BEGIN Exercise input

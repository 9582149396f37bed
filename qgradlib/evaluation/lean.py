"""The lean lane: exact `expect` calls on small circuits with one autograd primitive.

The common call of a training loop, ``grad(lambda t: expect(c, H, t, gradient="adjoint"))``
on a few qubits, spends more time in thin layers (argument checks, the spec, the angle map
as three autograd operations, the memory guard's text, BLAS thread limits, the ledger's
bookkeeping) than in arithmetic. After one call has gone the general way and succeeded,
`Lane` memoises on the circuit's snapshot what that call worked out, and later calls with the
same circuit, observables and options go straight from ``theta`` to the value:

- one primitive, `lane_value`, from ``theta`` (m,) to the value(s); its VJP (registered
  below it) applies the angle map's transpose ``A.T`` itself, after
  - with ``gradient="adjoint"``, one observable and every qubit on one side (up to
    `DENSE_QUBITS`) with Pauli rotations: nothing but a scale, the forward call having
    computed ``dE/dphi`` with the value (`qgradlib.engine.whole.round_trip`);
  - else with ``gradient="adjoint"``: the adjoint backward pass from the forward call's states,
    by layers (`qgradlib.engine.sides`: circuits whose parametric gates act on one qubit,
    their kept states; one traced observable gets ``O psi`` in the forward call already) or
    gate by gate (`qgradlib.engine.small`);
  - with ``gradient="shift"``: the general path's own shift plan and batch at the forward
    call's angles (the same circuits counted, the same engine; a layered circuit's batch is
    born from the forward call's kept states); on a layered circuit whose plan depends on
    no angle, the memoised plan's points go straight to the growing batch (`grown_shifts`);
- the angle map as index and scale arrays, ``phi = theta[idx] * scale + b`` (a copy of
  theta where the map is the identity);
- the memory guard's byte counts and messages (the guard itself still runs every call);
- the BLAS thread limit (`qgradlib.engine.threads`) only from `LIMIT_QUBITS` qubits on, on
  the gate-by-gate path: on four qubits one row's products are too small for a second
  OpenBLAS thread to matter, while the limit costs about 15 us a call; from five qubits on
  the whole-register products of `qgradlib.engine.small` ran several times slower with two
  threads next to a busy process. The layered path's products stay at or below 64 x 64 x 64,
  which OpenBLAS runs on the calling thread.

Values and derivatives equal those of the general path to rounding, and the ledger counts the
same circuits. Anything else (shots, readout, executors, data inputs, initial states, single
precision, a batch of theta, nested or forward-mode derivatives, finite differences under
autograd) takes the general path.

Examples
--------
>>> import numpy as np
>>> import qgradlib as qg
>>> from autograd import grad
>>> c = qg.Circuit(2).ry(0).cnot(0, 1).ry(1)
>>> Z = qg.Observable({"ZZ": 1.0})
>>> f = lambda t: qg.expect(c, Z, t, gradient="adjoint")
>>> first = grad(f)(np.array([0.3, 0.5]))       # the general path; the lane is kept
>>> again = grad(f)(np.array([0.3, 0.5]))       # the lane
>>> bool(np.allclose(first, again, rtol=1e-12, atol=1e-15))
True
"""
from __future__ import annotations

from collections import Counter
from dataclasses import dataclass

import numpy as np
from autograd.core import VJPNode
from autograd.extend import defvjp, primitive
from autograd.tracer import Box

from . import ledger
from ..circuits.circuit import MAX_ANGLE
from ..engine import memory, sides, small, whole
from ..engine.adjoint import adjoint_gradient, adjoint_states, lean_backward
from ..engine.threads import engine_threads
from ..engine.measure import apply_observables, expectations, observable_pieces, observable_scratch
from .rows import peak_states
from ..engine.growing import grown_values
from ..rules.plans import distinct_points, fixed_plan

__all__ = ["Lane", "lane_for", "lane_value", "LANE_QUBITS", "LIMIT_QUBITS"]

# circuits of at most this many qubits take the lane (the small-state loop's limit)
LANE_QUBITS = small.SMALL_QUBITS
# at or below this many qubits one observable's O psi is a product with its matrix (16 x 16
# at most: one call, where its pieces take three a flip pattern)
DENSE_QUBITS = 4
# from this many qubits on, the lane's engine calls run inside the BLAS thread limit
LIMIT_QUBITS = 5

END Exercise input

# [Directions]
Print each line of the data exactly. Keep all of it.

# [Response]
repository 9582149396f37bed
filename qgradlib/evaluation/lean.py
"""The lean lane: exact `expect` calls on small circuits with one autograd primitive.

The common call of a training loop, ``grad(lambda t: expect(c, H, t, gradient="adjoint"))``
on a few qubits, spends more time in thin layers (argument checks, the spec, the angle map
as three autograd operations, the memory guard's text, BLAS thread limits, the ledger's
bookkeeping) than in arithmetic. After one call has gone the general way and succeeded,
`Lane` memoises on the circuit's snapshot what that call worked out, and later calls with the
same circuit, observables and options go straight from ``theta`` to the value:

- one primitive, `lane_value`, from ``theta`` (m,) to the value(s); its VJP (registered
  below it) applies the angle map's transpose ``A.T`` itself, after
  - with ``gradient="adjoint"``, one observable and every qubit on one side (up to
    `DENSE_QUBITS`) with Pauli rotations: nothing but a scale, the forward call having
    computed ``dE/dphi`` with the value (`qgradlib.engine.whole.round_trip`);
  - else with ``gradient="adjoint"``: the adjoint backward pass from the forward call's states,
    by layers (`qgradlib.engine.sides`: circuits whose parametric gates act on one qubit,
    their kept states; one traced observable gets ``O psi`` in the forward call already) or
    gate by gate (`qgradlib.engine.small`);
  - with ``gradient="shift"``: the general path's own shift plan and batch at the forward
    call's angles (the same circuits counted, the same engine; a layered circuit's batch is
    born from the forward call's kept states); on a layered circuit whose plan depends on
    no angle, the memoised plan's points go straight to the growing batch (`grown_shifts`);
- the angle map as index and scale arrays, ``phi = theta[idx] * scale + b`` (a copy of
  theta where the map is the identity);
- the memory guard's byte counts and messages (the guard itself still runs every call);
- the BLAS thread limit (`qgradlib.engine.threads`) only from `LIMIT_QUBITS` qubits on, on
  the gate-by-gate path: on four qubits one row's products are too small for a second
  OpenBLAS thread to matter, while the limit costs about 15 us a call; from five qubits on
  the whole-register products of `qgradlib.engine.small` ran several times slower with two
  threads next to a busy process. The layered path's products stay at or below 64 x 64 x 64,
  which OpenBLAS runs on the calling thread.

Values and derivatives equal those of the general path to rounding, and the ledger counts the
same circuits. Anything else (shots, readout, executors, data inputs, initial states, single
precision, a batch of theta, nested or forward-mode derivatives, finite differences under
autograd) takes the general path.

Examples
--------
>>> import numpy as np
>>> import qgradlib as qg
>>> from autograd import grad
>>> c = qg.Circuit(2).ry(0).cnot(0, 1).ry(1)
>>> Z = qg.Observable({"ZZ": 1.0})
>>> f = lambda t: qg.expect(c, Z, t, gradient="adjoint")
>>> first = grad(f)(np.array([0.3, 0.5]))       # the general path; the lane is kept
>>> again = grad(f)(np.array([0.3, 0.5]))       # the lane
>>> bool(np.allclose(first, again, rtol=1e-12, atol=1e-15))
True
"""
from __future__ import annotations

from collections import Counter
from dataclasses import dataclass

import numpy as np
from autograd.core import VJPNode
from autograd.extend import defvjp, primitive
from autograd.tracer import Box

from . import ledger
from ..circuits.circuit import MAX_ANGLE
from ..engine import memory, sides, small, whole
from ..engine.adjoint import adjoint_gradient, adjoint_states, lean_backward
from ..engine.threads import engine_threads
from ..engine.measure import apply_observables, expectations, observable_pieces, observable_scratch
from .rows import peak_states
from ..engine.growing import grown_values
from ..rules.plans import distinct_points, fixed_plan

__all__ = ["Lane", "lane_for", "lane_value", "LANE_QUBITS", "LIMIT_QUBITS"]

# circuits of at most this many qubits take the lane (the small-state loop's limit)
LANE_QUBITS = small.SMALL_QUBITS
# at or below this many qubits one observable's O psi is a product with its matrix (16 x 16
# at most: one call, where its pieces take three a flip pattern)
DENSE_QUBITS = 4
# from this many qubits on, the lane's engine calls run inside the BLAS thread limit
LIMIT_QUBITS = 5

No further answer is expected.